■ Work task
Please filter the entries and return only the lines that include "extra".

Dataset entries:

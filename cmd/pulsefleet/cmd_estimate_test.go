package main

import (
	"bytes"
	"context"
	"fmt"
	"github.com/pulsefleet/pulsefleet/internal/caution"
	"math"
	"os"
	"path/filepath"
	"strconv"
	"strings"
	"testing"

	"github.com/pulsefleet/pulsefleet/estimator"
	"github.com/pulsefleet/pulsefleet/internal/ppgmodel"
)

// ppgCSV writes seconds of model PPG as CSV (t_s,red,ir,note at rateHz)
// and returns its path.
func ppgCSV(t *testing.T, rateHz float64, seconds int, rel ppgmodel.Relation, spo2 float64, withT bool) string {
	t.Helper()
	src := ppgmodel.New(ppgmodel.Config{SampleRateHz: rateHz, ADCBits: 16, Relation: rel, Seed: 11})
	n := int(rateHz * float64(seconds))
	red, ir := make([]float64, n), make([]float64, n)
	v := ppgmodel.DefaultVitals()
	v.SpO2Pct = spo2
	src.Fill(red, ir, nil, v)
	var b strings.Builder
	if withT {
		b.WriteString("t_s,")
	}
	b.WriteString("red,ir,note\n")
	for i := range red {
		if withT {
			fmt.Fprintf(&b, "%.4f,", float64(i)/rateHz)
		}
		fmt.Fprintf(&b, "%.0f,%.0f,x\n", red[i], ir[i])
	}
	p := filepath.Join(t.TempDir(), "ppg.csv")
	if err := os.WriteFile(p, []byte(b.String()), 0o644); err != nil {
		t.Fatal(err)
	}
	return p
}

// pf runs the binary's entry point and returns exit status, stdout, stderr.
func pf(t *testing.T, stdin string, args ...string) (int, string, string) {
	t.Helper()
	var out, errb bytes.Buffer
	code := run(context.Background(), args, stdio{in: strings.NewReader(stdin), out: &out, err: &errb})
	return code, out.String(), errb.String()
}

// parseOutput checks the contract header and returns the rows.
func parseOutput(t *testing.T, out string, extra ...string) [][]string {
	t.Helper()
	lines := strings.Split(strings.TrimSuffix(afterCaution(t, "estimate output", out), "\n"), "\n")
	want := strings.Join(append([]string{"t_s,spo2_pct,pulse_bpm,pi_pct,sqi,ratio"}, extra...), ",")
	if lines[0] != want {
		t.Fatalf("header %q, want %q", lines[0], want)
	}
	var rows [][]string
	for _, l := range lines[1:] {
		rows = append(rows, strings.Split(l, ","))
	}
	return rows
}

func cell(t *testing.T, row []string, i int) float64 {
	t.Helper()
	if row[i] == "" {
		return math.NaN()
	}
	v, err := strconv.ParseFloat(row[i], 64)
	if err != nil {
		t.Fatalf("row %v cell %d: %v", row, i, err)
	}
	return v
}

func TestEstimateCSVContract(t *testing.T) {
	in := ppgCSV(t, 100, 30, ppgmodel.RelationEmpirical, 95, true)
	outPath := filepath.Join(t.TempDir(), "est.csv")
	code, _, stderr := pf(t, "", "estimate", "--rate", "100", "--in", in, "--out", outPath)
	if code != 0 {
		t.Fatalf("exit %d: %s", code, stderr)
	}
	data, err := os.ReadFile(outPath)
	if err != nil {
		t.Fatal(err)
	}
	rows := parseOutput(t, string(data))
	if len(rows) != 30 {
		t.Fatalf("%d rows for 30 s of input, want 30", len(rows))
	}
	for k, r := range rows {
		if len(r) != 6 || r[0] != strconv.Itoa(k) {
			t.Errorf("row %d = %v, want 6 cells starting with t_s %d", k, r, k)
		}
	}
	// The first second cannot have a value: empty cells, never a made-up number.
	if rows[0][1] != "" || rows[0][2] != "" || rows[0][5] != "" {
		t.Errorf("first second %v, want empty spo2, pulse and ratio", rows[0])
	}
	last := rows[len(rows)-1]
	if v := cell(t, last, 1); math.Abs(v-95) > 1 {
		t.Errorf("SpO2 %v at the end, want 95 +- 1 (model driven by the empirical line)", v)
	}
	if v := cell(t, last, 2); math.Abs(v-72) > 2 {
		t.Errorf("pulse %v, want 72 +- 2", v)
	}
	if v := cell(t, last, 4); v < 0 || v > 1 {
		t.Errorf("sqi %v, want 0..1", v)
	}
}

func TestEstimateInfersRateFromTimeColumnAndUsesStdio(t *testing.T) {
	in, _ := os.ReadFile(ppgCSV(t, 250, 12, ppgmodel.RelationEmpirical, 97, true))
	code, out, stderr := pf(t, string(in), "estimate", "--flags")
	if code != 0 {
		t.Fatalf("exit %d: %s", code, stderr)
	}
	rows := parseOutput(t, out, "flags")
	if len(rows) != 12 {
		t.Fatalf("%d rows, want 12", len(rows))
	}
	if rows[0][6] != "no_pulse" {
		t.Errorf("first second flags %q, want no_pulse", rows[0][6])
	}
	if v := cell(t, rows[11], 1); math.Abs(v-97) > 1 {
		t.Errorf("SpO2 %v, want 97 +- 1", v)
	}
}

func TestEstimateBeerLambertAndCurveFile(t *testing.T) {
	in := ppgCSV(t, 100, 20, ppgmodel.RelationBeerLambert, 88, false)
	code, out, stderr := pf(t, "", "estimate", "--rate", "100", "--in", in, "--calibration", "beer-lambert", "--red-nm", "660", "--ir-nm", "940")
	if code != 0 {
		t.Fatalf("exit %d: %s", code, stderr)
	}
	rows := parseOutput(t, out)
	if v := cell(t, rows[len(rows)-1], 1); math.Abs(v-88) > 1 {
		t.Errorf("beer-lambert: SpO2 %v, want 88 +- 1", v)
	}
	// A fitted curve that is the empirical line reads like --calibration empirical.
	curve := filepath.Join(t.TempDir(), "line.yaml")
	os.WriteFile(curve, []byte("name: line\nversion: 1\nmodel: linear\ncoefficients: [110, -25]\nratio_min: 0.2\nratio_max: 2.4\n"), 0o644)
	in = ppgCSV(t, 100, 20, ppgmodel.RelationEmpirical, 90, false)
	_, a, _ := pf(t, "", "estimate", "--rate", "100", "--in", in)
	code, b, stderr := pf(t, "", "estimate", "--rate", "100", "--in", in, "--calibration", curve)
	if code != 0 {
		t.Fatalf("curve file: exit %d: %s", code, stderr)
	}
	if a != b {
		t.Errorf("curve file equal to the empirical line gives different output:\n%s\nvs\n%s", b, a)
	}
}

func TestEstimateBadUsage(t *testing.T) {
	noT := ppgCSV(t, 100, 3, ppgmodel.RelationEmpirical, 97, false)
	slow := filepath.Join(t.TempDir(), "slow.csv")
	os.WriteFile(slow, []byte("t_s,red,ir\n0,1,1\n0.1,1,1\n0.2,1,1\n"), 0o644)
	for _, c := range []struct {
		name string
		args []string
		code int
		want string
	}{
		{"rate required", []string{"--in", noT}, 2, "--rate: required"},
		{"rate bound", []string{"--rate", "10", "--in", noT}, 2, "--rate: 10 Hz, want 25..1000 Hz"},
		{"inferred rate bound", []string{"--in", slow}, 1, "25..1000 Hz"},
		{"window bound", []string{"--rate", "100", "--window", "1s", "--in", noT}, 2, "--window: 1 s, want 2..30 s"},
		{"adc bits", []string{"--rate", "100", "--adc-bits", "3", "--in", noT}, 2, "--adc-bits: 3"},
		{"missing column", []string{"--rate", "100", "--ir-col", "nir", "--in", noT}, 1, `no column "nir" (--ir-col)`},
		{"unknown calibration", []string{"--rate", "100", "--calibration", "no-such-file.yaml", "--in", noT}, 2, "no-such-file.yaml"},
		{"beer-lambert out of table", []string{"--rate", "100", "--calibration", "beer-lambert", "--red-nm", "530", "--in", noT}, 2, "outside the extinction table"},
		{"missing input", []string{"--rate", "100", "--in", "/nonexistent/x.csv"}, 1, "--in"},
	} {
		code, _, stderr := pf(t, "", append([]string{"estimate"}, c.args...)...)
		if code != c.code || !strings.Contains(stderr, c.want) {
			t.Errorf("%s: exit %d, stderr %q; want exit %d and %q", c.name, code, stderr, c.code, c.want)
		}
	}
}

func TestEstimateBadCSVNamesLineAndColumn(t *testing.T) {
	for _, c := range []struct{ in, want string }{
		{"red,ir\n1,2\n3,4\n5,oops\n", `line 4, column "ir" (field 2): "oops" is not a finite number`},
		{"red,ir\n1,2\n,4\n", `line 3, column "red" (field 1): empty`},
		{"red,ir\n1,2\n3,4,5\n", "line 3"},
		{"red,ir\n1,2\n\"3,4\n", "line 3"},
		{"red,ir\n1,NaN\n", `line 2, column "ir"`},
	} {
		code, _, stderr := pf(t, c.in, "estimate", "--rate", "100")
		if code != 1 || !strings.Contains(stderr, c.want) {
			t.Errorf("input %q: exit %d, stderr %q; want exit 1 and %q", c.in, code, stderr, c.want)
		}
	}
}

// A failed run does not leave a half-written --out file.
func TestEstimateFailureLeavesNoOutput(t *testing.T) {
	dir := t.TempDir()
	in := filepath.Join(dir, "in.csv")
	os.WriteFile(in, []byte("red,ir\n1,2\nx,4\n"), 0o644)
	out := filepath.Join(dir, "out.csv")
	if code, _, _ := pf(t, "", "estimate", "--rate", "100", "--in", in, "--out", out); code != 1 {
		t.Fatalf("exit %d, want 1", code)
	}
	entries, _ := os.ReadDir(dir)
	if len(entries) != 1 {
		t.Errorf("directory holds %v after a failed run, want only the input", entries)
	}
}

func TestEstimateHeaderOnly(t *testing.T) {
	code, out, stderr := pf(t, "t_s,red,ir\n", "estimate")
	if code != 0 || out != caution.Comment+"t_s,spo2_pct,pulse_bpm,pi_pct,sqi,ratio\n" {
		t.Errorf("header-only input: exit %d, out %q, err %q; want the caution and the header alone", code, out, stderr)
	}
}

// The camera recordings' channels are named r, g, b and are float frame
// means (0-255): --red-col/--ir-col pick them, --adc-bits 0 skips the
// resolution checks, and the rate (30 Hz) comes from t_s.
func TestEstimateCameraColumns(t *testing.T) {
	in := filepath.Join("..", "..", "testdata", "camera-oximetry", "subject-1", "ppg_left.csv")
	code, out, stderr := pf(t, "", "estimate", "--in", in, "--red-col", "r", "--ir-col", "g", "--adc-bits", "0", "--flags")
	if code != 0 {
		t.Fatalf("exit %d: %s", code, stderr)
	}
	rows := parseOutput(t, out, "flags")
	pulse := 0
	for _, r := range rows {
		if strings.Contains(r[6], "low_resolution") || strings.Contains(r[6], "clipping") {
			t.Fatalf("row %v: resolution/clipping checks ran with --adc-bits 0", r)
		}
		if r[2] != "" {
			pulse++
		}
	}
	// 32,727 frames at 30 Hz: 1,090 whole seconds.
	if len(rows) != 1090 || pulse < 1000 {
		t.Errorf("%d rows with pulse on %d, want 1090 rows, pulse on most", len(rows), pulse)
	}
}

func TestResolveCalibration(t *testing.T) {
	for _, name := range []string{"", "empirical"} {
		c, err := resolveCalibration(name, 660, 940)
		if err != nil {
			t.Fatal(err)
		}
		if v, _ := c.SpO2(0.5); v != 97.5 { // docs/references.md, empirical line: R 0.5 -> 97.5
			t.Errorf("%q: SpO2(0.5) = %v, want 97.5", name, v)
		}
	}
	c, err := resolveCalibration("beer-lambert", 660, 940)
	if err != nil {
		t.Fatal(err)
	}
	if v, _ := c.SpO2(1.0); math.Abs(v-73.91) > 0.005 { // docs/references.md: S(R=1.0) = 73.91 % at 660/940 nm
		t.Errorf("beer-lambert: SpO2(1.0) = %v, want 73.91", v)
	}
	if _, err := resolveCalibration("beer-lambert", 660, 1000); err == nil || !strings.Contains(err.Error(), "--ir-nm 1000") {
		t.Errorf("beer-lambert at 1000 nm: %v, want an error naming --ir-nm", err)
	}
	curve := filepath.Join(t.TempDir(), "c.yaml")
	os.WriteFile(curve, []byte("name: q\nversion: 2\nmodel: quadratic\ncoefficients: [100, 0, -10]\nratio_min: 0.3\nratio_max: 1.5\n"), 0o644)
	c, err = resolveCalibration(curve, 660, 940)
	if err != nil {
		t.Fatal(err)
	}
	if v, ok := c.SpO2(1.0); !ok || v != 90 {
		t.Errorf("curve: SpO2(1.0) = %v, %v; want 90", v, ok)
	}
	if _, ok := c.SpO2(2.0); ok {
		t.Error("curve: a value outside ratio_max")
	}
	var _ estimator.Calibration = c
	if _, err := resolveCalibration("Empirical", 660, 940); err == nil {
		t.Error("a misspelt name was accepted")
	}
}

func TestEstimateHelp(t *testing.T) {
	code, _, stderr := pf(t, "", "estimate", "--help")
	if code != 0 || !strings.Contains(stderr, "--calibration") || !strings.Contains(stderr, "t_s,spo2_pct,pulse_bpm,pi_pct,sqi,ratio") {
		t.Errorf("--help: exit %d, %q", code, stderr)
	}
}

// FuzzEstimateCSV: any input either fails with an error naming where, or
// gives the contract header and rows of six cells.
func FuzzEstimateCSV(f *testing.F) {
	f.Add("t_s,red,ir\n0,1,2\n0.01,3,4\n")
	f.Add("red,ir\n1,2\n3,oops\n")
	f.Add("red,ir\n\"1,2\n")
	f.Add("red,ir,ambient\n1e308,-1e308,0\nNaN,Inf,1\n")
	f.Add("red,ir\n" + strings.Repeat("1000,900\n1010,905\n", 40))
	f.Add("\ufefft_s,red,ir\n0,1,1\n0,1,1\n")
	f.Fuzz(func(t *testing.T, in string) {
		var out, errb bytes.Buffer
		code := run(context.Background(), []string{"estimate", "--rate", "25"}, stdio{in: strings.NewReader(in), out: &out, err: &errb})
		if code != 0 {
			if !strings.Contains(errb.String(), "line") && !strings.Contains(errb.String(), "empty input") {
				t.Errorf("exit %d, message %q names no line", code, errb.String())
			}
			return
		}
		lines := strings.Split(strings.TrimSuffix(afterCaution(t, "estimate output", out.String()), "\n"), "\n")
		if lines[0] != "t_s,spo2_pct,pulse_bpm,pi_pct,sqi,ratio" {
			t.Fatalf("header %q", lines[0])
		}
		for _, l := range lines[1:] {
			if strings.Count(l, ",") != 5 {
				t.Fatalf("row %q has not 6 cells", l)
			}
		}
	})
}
==
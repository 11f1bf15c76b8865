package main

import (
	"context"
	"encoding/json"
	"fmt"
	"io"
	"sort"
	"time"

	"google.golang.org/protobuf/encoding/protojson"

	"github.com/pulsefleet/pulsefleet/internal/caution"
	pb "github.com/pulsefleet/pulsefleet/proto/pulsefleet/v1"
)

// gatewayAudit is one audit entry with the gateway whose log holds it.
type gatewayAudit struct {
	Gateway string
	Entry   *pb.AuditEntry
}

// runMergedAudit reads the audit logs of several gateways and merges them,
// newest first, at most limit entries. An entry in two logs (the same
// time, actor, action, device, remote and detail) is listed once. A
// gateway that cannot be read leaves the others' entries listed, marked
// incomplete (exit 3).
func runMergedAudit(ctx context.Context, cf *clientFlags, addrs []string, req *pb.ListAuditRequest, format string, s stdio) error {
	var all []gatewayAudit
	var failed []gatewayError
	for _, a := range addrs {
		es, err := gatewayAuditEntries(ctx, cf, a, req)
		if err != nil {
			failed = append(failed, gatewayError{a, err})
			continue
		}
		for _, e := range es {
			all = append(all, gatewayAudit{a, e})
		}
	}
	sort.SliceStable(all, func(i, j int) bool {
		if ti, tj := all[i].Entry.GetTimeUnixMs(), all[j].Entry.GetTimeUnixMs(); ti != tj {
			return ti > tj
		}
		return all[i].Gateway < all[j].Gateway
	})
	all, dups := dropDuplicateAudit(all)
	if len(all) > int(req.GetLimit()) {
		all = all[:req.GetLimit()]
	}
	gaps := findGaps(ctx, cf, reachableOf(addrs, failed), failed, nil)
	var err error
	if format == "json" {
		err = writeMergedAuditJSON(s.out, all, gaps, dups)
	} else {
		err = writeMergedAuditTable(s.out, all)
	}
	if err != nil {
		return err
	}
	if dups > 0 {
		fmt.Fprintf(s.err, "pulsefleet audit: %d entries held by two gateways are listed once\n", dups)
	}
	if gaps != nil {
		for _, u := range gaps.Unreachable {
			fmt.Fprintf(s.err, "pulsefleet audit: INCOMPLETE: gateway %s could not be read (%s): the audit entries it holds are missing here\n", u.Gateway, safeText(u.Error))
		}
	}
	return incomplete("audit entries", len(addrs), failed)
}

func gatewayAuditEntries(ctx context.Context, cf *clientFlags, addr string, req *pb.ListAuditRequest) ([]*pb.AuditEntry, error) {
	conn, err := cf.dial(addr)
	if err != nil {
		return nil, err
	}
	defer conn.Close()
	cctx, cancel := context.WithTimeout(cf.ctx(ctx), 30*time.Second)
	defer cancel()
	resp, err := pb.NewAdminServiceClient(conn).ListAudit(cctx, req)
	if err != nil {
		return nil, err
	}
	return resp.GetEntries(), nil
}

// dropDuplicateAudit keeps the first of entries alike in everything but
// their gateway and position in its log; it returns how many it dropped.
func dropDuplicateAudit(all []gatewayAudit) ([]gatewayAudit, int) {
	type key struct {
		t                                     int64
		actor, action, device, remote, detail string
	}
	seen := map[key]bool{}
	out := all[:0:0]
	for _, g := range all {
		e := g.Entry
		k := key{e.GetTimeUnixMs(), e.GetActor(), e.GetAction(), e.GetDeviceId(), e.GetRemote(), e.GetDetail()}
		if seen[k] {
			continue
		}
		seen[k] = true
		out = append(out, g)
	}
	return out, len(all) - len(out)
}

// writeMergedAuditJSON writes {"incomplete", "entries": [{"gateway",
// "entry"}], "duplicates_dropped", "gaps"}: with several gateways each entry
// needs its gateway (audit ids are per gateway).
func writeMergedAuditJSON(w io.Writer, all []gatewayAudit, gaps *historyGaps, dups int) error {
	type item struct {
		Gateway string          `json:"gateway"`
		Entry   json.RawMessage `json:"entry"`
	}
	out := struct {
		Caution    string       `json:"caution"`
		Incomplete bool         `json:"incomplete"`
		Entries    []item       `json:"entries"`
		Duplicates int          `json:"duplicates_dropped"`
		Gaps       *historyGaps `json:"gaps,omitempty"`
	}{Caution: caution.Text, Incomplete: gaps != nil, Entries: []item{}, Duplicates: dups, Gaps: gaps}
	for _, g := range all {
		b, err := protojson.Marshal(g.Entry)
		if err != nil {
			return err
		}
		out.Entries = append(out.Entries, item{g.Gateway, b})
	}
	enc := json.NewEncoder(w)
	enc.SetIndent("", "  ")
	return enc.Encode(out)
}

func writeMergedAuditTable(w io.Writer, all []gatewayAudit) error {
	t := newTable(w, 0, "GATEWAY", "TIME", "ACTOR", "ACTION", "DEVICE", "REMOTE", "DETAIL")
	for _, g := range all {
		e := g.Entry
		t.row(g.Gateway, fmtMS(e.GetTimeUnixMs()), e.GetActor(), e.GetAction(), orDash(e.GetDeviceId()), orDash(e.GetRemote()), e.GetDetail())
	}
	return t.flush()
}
==
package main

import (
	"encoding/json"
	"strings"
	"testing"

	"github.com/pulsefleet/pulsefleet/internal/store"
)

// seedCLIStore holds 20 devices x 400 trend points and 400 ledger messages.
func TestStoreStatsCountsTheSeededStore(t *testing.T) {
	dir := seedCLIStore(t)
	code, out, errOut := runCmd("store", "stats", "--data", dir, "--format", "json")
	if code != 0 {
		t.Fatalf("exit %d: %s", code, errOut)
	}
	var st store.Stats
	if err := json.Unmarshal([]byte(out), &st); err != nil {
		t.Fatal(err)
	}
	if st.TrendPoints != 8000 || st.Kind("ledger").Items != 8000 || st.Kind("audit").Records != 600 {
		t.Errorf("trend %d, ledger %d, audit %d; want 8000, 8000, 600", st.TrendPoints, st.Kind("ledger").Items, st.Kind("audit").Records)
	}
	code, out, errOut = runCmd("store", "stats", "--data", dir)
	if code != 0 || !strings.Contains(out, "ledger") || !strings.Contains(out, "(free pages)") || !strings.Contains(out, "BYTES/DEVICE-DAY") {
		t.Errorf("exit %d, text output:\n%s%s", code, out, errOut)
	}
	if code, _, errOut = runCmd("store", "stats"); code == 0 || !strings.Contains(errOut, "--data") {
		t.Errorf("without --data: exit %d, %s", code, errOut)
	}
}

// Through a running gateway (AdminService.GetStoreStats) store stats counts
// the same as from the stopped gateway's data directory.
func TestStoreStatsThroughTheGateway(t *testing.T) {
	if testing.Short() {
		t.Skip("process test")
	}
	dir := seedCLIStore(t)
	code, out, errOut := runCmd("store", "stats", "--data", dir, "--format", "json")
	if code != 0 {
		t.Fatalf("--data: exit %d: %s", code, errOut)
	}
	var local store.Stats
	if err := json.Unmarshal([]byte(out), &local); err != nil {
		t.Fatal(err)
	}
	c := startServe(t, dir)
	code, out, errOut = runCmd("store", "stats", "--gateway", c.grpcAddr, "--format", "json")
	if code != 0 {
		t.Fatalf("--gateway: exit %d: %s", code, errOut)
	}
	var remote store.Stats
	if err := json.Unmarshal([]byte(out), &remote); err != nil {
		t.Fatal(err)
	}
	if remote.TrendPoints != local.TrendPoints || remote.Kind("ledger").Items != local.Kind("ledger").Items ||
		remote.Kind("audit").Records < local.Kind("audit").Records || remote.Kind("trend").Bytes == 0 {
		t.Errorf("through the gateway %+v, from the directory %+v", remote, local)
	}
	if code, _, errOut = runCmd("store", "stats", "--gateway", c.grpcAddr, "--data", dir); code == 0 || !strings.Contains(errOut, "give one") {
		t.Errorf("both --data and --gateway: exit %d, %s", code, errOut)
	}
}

■ Answer to this task
func parseOutput(t *testing.T, out string, extra ...string) [][]string {
	want := strings.Join(append([]string{"t_s,spo2_pct,pulse_bpm,pi_pct,sqi,ratio"}, extra...), ",")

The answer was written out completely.